** EXTRACTED MATERIAL follows **
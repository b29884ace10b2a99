"""A batched implicit integrator for C·dy/dt = f(y, t): variable-step BDF2 with Newton, per-sample steps.

Every sample of a batch has its own time and step size, so a fast sample never waits for a slow one
and a sample's result does not depend on which others share its batch. Each iteration advances all
unfinished samples at once from an explicit predictor by a simplified Newton iteration; converged
samples are frozen. Per-sample 6×6 Jacobians come from one stacked forward-difference evaluation and
serve a few steps (sooner renewed when Newton fails); numpy's batched ``inv`` refactors only the
samples whose Newton matrix changed, and a step that could grow only a little keeps its size.

The method is the variable-step two-step backward differentiation formula (BDF2; Hairer & Wanner,
Solving ODEs II, §III.5 and §IV.8), started, and restarted after each corner of the supply ramp,
with one backward-Euler step. Both are A-stable and damp stiff modes, which the model needs: its time
constants span from picoseconds (a diode node at 100 µA) to seconds (a gate at femtoamps). The local
error is (2/9)·h³·|y‴| for BDF2, with y‴ from divided differences of the slopes, and
(h/2)·|ẏ(n+1) − ẏ(n)| for backward Euler; steps are controlled against ``atol + rtol·|y|``, and a
BDF2 step grows at most twofold (its variable-step stability needs a ratio below 1 + √2).
"""

from __future__ import annotations

from dataclasses import dataclass

import numpy as np

from labtool.errors import ModelError

_NEWTON_ITERATIONS = 8
_NEWTON_TOL = 0.1  # Newton update, in units of the error tolerance, that counts as converged
_MAX_V_STEP = 0.25  # per-iteration limit of a node voltage update (V), against exponential overshoot
_FD_STEP = 1e-7  # forward-difference step of the Jacobian (V)
_HOLD_GROWTH = 1.5  # a step that could grow by less than this keeps its size (and its factorisation)
_JACOBIAN_REUSE = 5  # steps a Jacobian serves before it is re-evaluated (sooner if Newton fails)
_MAX_ITERATIONS = 400_000
_GRID_STEPS_PER_STEP = 16  # longest step, in output-grid intervals (interpolation stays faithful)
_STEP_FLOOR = 1e-11  # smallest step, relative to the record length


@dataclass(frozen=True)
class Recording:
    t_s: np.ndarray  # (n_points,) the uniform output grid
    values: np.ndarray  # (B, n_points, len(record)) states interpolated on the grid
    steps: np.ndarray  # (B,) accepted steps per sample
    rejected: np.ndarray  # (B,) rejected step attempts per sample


def _jacobian(system, y, t_old, t_new):
    """f(y) and df/dy (B, n, n) from one stacked evaluation of n + 1 states."""
    n = y.shape[-1]
    shift = np.zeros((n + 1, 1, n))
    shift[1:, 0, :] = _FD_STEP * np.eye(n)
    stack = y[None] + shift
    f = system.currents(stack, t_old, t_new)
    return f[0], np.moveaxis((f[1:] - f[0]) / _FD_STEP, 0, -1)


def integrate(system, t_stop_s: float, n_points: int, record: tuple[int, ...], *, rtol: float, atol: float,
              h_max_s: float | None = None) -> Recording:
    """Integrate every sample of ``system`` from the unpowered state y = 0 at t = 0 to ``t_stop_s``."""
    total = system.size
    n = system.caps.shape[-1]
    grid = np.linspace(0.0, t_stop_s, n_points)
    out = np.zeros((total, n_points, len(record)))
    h_max = h_max_s or _GRID_STEPS_PER_STEP * (grid[1] - grid[0])
    bps = np.array(sorted({b for b in system.breakpoints if 0 < b < t_stop_s} | {t_stop_s}))
    steps = np.zeros(total, dtype=np.int64)
    rejected = np.zeros(total, dtype=np.int64)

    gid = np.arange(total)
    t = np.zeros(total)
    y = np.zeros((total, n))
    ydot = np.zeros((total, n))
    y_prev = np.zeros((total, n))  # the BDF2 history: state, slope and step before the current one
    ydot_prev = np.zeros((total, n))
    h_prev = np.ones(total)
    has_prev = np.zeros(total, dtype=bool)  # False: the next step is backward Euler (start, corners)
    h = np.full(total, min(h_max, t_stop_s * 1e-6))
    h_floor = t_stop_s * _STEP_FLOOR
    k = np.ones(total, dtype=np.int64)
    jac = np.zeros((total, n, n))
    jac_age = np.full(total, _JACOBIAN_REUSE, dtype=np.int64)  # every sample starts with a fresh one
    m_inv = np.zeros((total, n, n))
    a0h_factored = np.zeros(total)
    sys_w = system
    for _ in range(_MAX_ITERATIONS):
        running = t < t_stop_s * (1 - 1e-12)
        if not running.any():
            break
        if running.mean() < 0.8:  # compact the working set so finished samples cost nothing
            gid, t, y, ydot, h, k = gid[running], t[running], y[running], ydot[running], h[running], k[running]
            jac, jac_age, m_inv, a0h_factored = jac[running], jac_age[running], m_inv[running], a0h_factored[running]
            y_prev, ydot_prev, h_prev, has_prev = y_prev[running], ydot_prev[running], h_prev[running], has_prev[running]
            sys_w = sys_w.take(running)
            running = running[running]
        nb = np.minimum(np.searchsorted(bps, t * (1 + 1e-12) + 1e-30, side="right"), bps.size - 1)
        h_try = np.minimum(np.minimum(h, h_max), bps[nb] - t)
        h_try = np.where(bps[nb] - t - h_try < 1e-9 * h_try, bps[nb] - t, h_try)  # land on breakpoints
        h_try = np.where(running, h_try, h_max)  # finished samples idle until the next compaction
        landed = h_try == bps[nb] - t
        t_new = t + h_try
        # variable-step BDF2 coefficients (backward Euler without history): a0·y(n+1) + a1·y(n) + a2·y(n−1)
        w = h_try / h_prev
        a0 = np.where(has_prev, (1 + 2 * w) / (1 + w), 1.0)
        hist = (np.where(has_prev, -(1 + w), -1.0)[:, None] * y
                + np.where(has_prev, w * w / (1 + w), 0.0)[:, None] * y_prev)
        a0h = a0 / h_try
        caps = sys_w.caps
        stale = running & (jac_age >= _JACOBIAN_REUSE)
        if stale.any():  # per sample, so a sample's steps never depend on the rest of its batch
            jac[stale] = _jacobian(sys_w.take(stale), y[stale], t[stale], t_new[stale])[1]
            jac_age[stale] = 0
        changed = stale | (a0h != a0h_factored)  # refactor only where the Newton matrix changed
        if changed.any():
            m_inv[changed] = np.linalg.inv((a0h[changed, None] * caps[changed])[:, :, None] * np.eye(n) - jac[changed])
            a0h_factored = np.where(changed, a0h, a0h_factored)
        y_new = y + np.clip(h_try[:, None] * ydot, -_MAX_V_STEP, _MAX_V_STEP)  # explicit predictor
        conv = np.zeros(t.size, dtype=bool)
        for it in range(_NEWTON_ITERATIONS):
            f = sys_w.currents(y_new, t, t_new)
            resid = caps * (a0[:, None] * y_new + hist) / h_try[:, None] - f
            dy = np.clip(-np.einsum("bij,bj->bi", m_inv, resid), -_MAX_V_STEP, _MAX_V_STEP)
            scale = atol + rtol * np.abs(y_new)
            small = np.max(np.abs(dy) / scale, axis=1) < _NEWTON_TOL
            upd = ~conv
            y_new[upd] += dy[upd]
            conv |= small
            if conv.all():
                break
        ydot_new = (a0[:, None] * y_new + hist) / h_try[:, None]
        # local error: BDF2 (2/9)·h³·|third derivative| from divided differences of the slopes;
        # backward Euler (h/2)·|ẏ(n+1) − ẏ(n)|
        y3 = ((ydot_new - ydot) / h_try[:, None] - (ydot - ydot_prev) / h_prev[:, None]) / (
            0.5 * (h_try + h_prev))[:, None]
        lte = np.where(has_prev[:, None], (2.0 / 9.0) * h_try[:, None] ** 3 * np.abs(y3),
                       0.5 * h_try[:, None] * np.abs(ydot_new - ydot))
        err = np.max(lte / (atol + rtol * np.maximum(np.abs(y), np.abs(y_new))), axis=1)
        # at the step floor a converged step is taken whatever its error: a supply profile may jump
        at_floor = h_try <= h_floor
        ok = running & conv & ((err <= 1.0) | at_floor) & np.all(np.isfinite(y_new), axis=1)
        if np.any(running & at_floor & ~ok):
            raise ModelError(f"the integrator cannot converge at t = {float(t[running & at_floor & ~ok][0]):.6e} s")
        _record(out, grid, gid, k, ok, t, t_new, y, y_new, record)
        okc = ok[:, None]
        y_prev, ydot_prev = np.where(okc, y, y_prev), np.where(okc, ydot, ydot_prev)
        h_prev = np.where(ok, h_try, h_prev)
        ydot = np.where(okc, ydot_new, ydot)
        y = np.where(okc, y_new, y)
        t = np.where(ok, t_new, t)
        has_prev = np.where(ok, ~landed, has_prev)
        # BDF2 steps grow at most 2× (its variable-step stability needs a ratio below 1 + √2)
        growth = np.where(has_prev, np.clip(0.9 * (err + 1e-12) ** (-1 / 3), 0.2, 2.0),
                          np.clip(0.9 / np.sqrt(err + 1e-12), 0.2, 4.0))
        growth = np.where((growth >= 1.0) & (growth < _HOLD_GROWTH), 1.0, growth)  # keep the factored matrix
        h = np.where(ok, h_try * growth, np.where(conv, h_try * np.minimum(growth, 0.9), h_try * 0.25))
        h = np.where(running, np.maximum(h, h_floor), h_max)
        jac_age = np.where(conv, jac_age + 1, _JACOBIAN_REUSE)  # Newton failed: refresh it
        steps[gid] += ok
        rejected[gid] += running & ~ok
    else:
        raise ModelError("the integrator did not reach the end of the record")
    return Recording(grid, out, steps, rejected)


def _record(out, grid, gid, k, ok, t_old, t_new, y_old, y_new, record):
    """Linear interpolation of accepted steps onto the output grid points they passed."""
    rec = list(record)
    passed = np.where(ok, np.searchsorted(grid, t_new * (1 + 1e-12), side="right") - k, 0)
    idx = np.nonzero(passed > 0)[0]
    a, b = y_old[idx][:, rec], y_new[idx][:, rec]
    t0, span = t_old[idx], (t_new - t_old)[idx]
    for j in range(int(passed[idx].max()) if idx.size else 0):
        sel = passed[idx] > j
        kk = k[idx[sel]] + j
        frac = ((grid[kk] - t0[sel]) / span[sel])[:, None]
        out[gid[idx[sel]], kk, :] = a[sel] + frac * (b[sel] - a[sel])
    k[idx] += passed[idx]
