"""Stuck-at-zero probability at the ppm level, with a confidence interval, for one (ramp, temperature).

The standardised parameter space is the Monte Carlo's (:data:`labtool.model.montecarlo.VARIED`:
offset, saturation-current mismatch of each diode, resistors, capacitances, startup current,
leakages), restricted to the parameters the design varies (sigma > 0). The verdict of every sample
is the one used everywhere else: a full transient from the unpowered state measured by
labtool.measure (stuck = verdict ``stuck_at_zero`` under the given limits), so the estimate means
what a lot's stuck rate means. The DC escape condition (:func:`labtool.model.dc.startup_margin`)
only guides the search for the most probable failure point; transients verify and refine it and
decide every importance sample. Method and its limits: :mod:`labtool.model.reliability` and
docs/model.md. Behavioural model, not transistor-level sign-off.
"""

from __future__ import annotations

import itertools
import math
from dataclasses import dataclass, field

import numpy as np
import pandas as pd
from scipy import special

from labtool.errors import ModelError
from labtool.execute import Scheduler
from labtool.measure import Limits
from labtool.model import reliability
from labtool.model.dc import startup_margin
from labtool.model.design import resolve_params
from labtool.model.montecarlo import CHUNK, VARIED, no_failures, run_samples, sampled_values, sigmas

DEFENSIVE = 0.1  # share of the nominal density in the mixture
METHOD = (f"mixture importance sampling around the most probable stuck point(s) with a {DEFENSIVE:.0%} defensive "
          "nominal component; DC-guided multi-start search, scaled-sigma exploration; every sample a full "
          "transient measured by the engine")

# What each varied parameter is, in the words of the readable summary.
LABELS = {"amp_offset_v": "offset", "is_dev_q1": "Q1 saturation current", "is_dev_q2": "Q2 saturation current",
          "is_dev_q3": "Q3 saturation current", "r_dev": "resistors", "c_dev": "capacitances",
          "i_start_a": "startup current", "leak_q1_a": "Q1-node leakage", "leak_q2_a": "Q2-node leakage",
          "leak_out_a": "output leakage"}
_STARTUP_CURRENT_KINDS = ("inject", "pulldown")  # kinds that use i_start_a


@dataclass(frozen=True)
class MppCoordinate:
    """One parameter of the most probable stuck point: how many sigma from nominal, and its value there."""

    parameter: str
    sigma: float
    value: float
    nominal: float


@dataclass(frozen=True)
class RareStuckResult:
    """Stuck-at-zero probability of one condition by importance sampling (behavioural model, not sign-off)."""

    ramp_s: float
    temperature_c: float
    seed: int
    method: str
    p_stuck: float
    p_stuck_ci95: tuple[float, float]
    se: float
    n_transients: int  # every transient run, search included
    n_samples: int  # importance samples
    n_stuck: int  # stuck importance samples
    beta: float | None  # reliability index |u*| of the nearest stuck region (transient-verified)
    p_form: float | None  # first-order estimate Φ(−β)
    ess: float
    mpp: tuple[MppCoordinate, ...]  # largest |sigma| first
    regions: tuple[dict, ...]  # every stuck region kept: beta, found_by, mixture share, its point
    warnings: tuple[str, ...]
    n_failed: int  # transients that could not be simulated
    parameters: tuple[str, ...]  # the varied parameters searched (sigma > 0)
    failures: pd.DataFrame = field(repr=False, compare=False)
    samples: pd.DataFrame = field(repr=False, compare=False)  # the importance samples: draws, stuck, weight

    @property
    def rel_halfwidth(self) -> float | None:
        """Half-width of the 95 % interval relative to the estimate."""
        low, high = self.p_stuck_ci95
        return 0.5 * (high - low) / self.p_stuck if self.p_stuck > 0 else None

    def cause(self, limit: int = 3) -> str:
        """The most probable stuck point in words: "startup current −4.6 σ with capacitances +1.1 σ"."""
        main = [c for c in self.mpp if abs(c.sigma) >= 0.25 * abs(self.mpp[0].sigma) and abs(c.sigma) >= 0.1][:limit]
        words = [f"{LABELS[c.parameter]} {c.sigma:+.1f} σ".replace("-", "−") for c in main]
        return " with ".join([words[0], ", ".join(words[1:])]) if len(words) > 1 else (words[0] if words else "")

    def to_json_dict(self) -> dict:
        return {"method": self.method, "seed": self.seed, "ramp_s": self.ramp_s, "temperature_c": self.temperature_c,
                "p_stuck": self.p_stuck, "p_stuck_ci95": list(self.p_stuck_ci95), "p_stuck_se": self.se,
                "n_transients": self.n_transients, "n": self.n_samples, "n_stuck": self.n_stuck, "beta": self.beta,
                "p_form": self.p_form, "ess": self.ess, "mpp": [vars(c) for c in self.mpp],
                "regions": list(self.regions), "warnings": list(self.warnings), "n_failed": self.n_failed,
                "failed": self.failures.head(20).to_dict(orient="records")}


def active_parameters(design) -> list[str]:
    """The varied parameters that can move a part: sigma > 0 (and a startup current the kind uses, a
    non-zero nominal leakage)."""
    s = sigmas(design)
    out = []
    for name in VARIED:
        if not s[name] > 0:
            continue
        if name == "i_start_a" and not (design.startup_kind in _STARTUP_CURRENT_KINDS and design.i_start_a > 0):
            continue
        if name.startswith("leak_") and not getattr(design, name) > 0:
            continue
        out.append(name)
    return out


class _StuckModel:
    """The classifier (transients) and the guide (DC margin) over the active standardised parameters."""

    def __init__(self, design, ramp_s: float, temperature_c: float, limits: Limits, scheduler: Scheduler | None):
        self.design, self.ramp_s, self.temperature_c = design, float(ramp_s), float(temperature_c)
        self.limits, self.scheduler = limits, scheduler
        self.active = active_parameters(design)
        self.columns = [VARIED.index(name) for name in self.active]
        self.ids = itertools.count()
        self.failures: list[pd.DataFrame] = []

    def draws(self, u: np.ndarray) -> np.ndarray:
        z = np.zeros((len(u), len(VARIED)))
        z[:, self.columns] = u
        return z

    def _chunk(self, size: int) -> int:
        """One batch item for a few samples (runs in this process); an item per worker for more."""
        workers = self.scheduler.workers if self.scheduler is not None and self.scheduler.kind == "local" else 1
        return size if size <= 64 or workers <= 1 else min(CHUNK, math.ceil(size / workers))

    def classify(self, u: np.ndarray) -> tuple[np.ndarray, np.ndarray]:
        ids = np.array([next(self.ids) for _ in range(len(u))], dtype=np.int64)
        res = run_samples(self.design, self.draws(u), conditions=[(self.ramp_s, self.temperature_c)], sample_ids=ids,
                          limits=self.limits, scheduler=self.scheduler, chunk=self._chunk(len(u)))
        stuck = dict(zip(res.samples["sample"].to_numpy(), res.samples["stuck"].to_numpy()))
        if len(res.failures):
            self.failures.append(res.failures)
        broken = set(res.failures["sample"].astype(int))
        return np.array([bool(stuck.get(i, False)) for i in ids]), np.array([i in broken for i in ids])

    def guide(self, u: np.ndarray) -> np.ndarray:
        values = sampled_values(self.design, self.draws(u))
        p = resolve_params({**self.design.values(), **values}, self.temperature_c)
        p["ramp_s"] = self.ramp_s
        with np.errstate(all="ignore"):
            return np.asarray(startup_margin(p), dtype=float)

    def coordinates(self, u: np.ndarray) -> tuple[MppCoordinate, ...]:
        z = self.draws(u[None])
        values = sampled_values(self.design, z)
        nominal = sampled_values(self.design, np.zeros_like(z))
        coords = [MppCoordinate(name, float(z[0, VARIED.index(name)]), float(values[name][0]), float(nominal[name][0]))
                  for name in self.active]
        return tuple(sorted(coords, key=lambda c: -abs(c.sigma)))


def stuck_probability(design, *, ramp_s: float, temperature_c: float, n: int = 4000, seed: int = 1,
                      limits: Limits | None = None, scheduler: Scheduler | None = None, explore: int | None = None,
                      rel_halfwidth: float | None = 0.1, round_size: int = 500,
                      min_samples: int = 1000, near: "RareStuckResult | None" = None) -> RareStuckResult:
    """P(stuck at zero) of ``design`` at one condition, by mixture importance sampling (see the module).

    ``n``: most importance samples (transients); sampling stops earlier once the 95 % interval's
    half-width is within ``rel_halfwidth`` of the estimate (after ``min_samples``; None: always ``n``).
    ``explore``: scaled-sigma transients that look for stuck regions the DC guide does not see (default
    n/8, at least 32, at most 256). The same ``seed`` gives the same result, and the same base draws
    at every condition. ``near``: the
    result of a closely related design at this condition (a calibration's estimate, for the ends of
    its parameter intervals): its stuck points are re-verified and refined instead of searched anew."""
    if n < 2:
        raise ModelError(f"rare-event estimate needs n ≥ 2 importance samples (got {n})")
    model = _StuckModel(design, ramp_s, temperature_c, limits or Limits(), scheduler)
    d = len(model.active)
    if d == 0:
        raise ModelError("rare-event estimate: the design varies no parameter (every sigma is zero)")
    start = None
    if near is not None:
        if near.parameters != tuple(model.active):
            raise ModelError("rare-event estimate: the related result varies other parameters")
        start = [np.array([_sigma_at(reg, name) for name in model.active]) for reg in near.regions]
    explore = min(256, max(32, n // 8)) if explore is None else explore
    est = reliability.estimate(model.classify, d, seed=seed, n=n, guide=model.guide, explore=explore,
                               defensive=DEFENSIVE, rel_halfwidth=rel_halfwidth, round_size=round_size,
                               min_samples=min_samples, near=start)
    s = est.samples
    z = model.draws(s["u"])
    samples = pd.DataFrame({f"z_{name}": z[:, VARIED.index(name)] for name in model.active})
    samples["component"] = s["component"]
    samples["stuck"] = s["fails"]
    samples["failed"] = s["broken"]
    samples["weight"] = s["weight"]
    regions = tuple({"beta": r.beta, "found_by": r.found_by, "share": share,
                     "mpp": [vars(c) for c in model.coordinates(r.point)]}
                    for r, share in zip(est.regions, est.weights[1:]))
    failures = pd.concat(model.failures, ignore_index=True) if model.failures else no_failures()
    return RareStuckResult(
        ramp_s=float(ramp_s), temperature_c=float(temperature_c), seed=seed, method=METHOD, p_stuck=est.p,
        p_stuck_ci95=est.ci95, se=est.se, n_transients=est.n_evaluations, n_samples=est.n_samples,
        n_stuck=est.n_failing, beta=est.beta, p_form=float(special.ndtr(-est.beta)) if est.beta is not None else None,
        ess=est.ess, mpp=model.coordinates(est.regions[0].point) if est.regions else (), regions=regions,
        warnings=est.warnings, n_failed=len(failures), parameters=tuple(model.active), failures=failures,
        samples=samples)


def _sigma_at(region: dict, name: str) -> float:
    """The sigma of parameter ``name`` at a region's stuck point (as stored in ``regions``)."""
    return next(c["sigma"] for c in region["mpp"] if c["parameter"] == name)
** End of EXTRACTED MATERIAL **
TASK TO COMPLETE ▸ Using the records above, count the lines that hold the string "searchsorted", and give back only the result.

RESPONSE TO THIS EXERCISE ▸ 2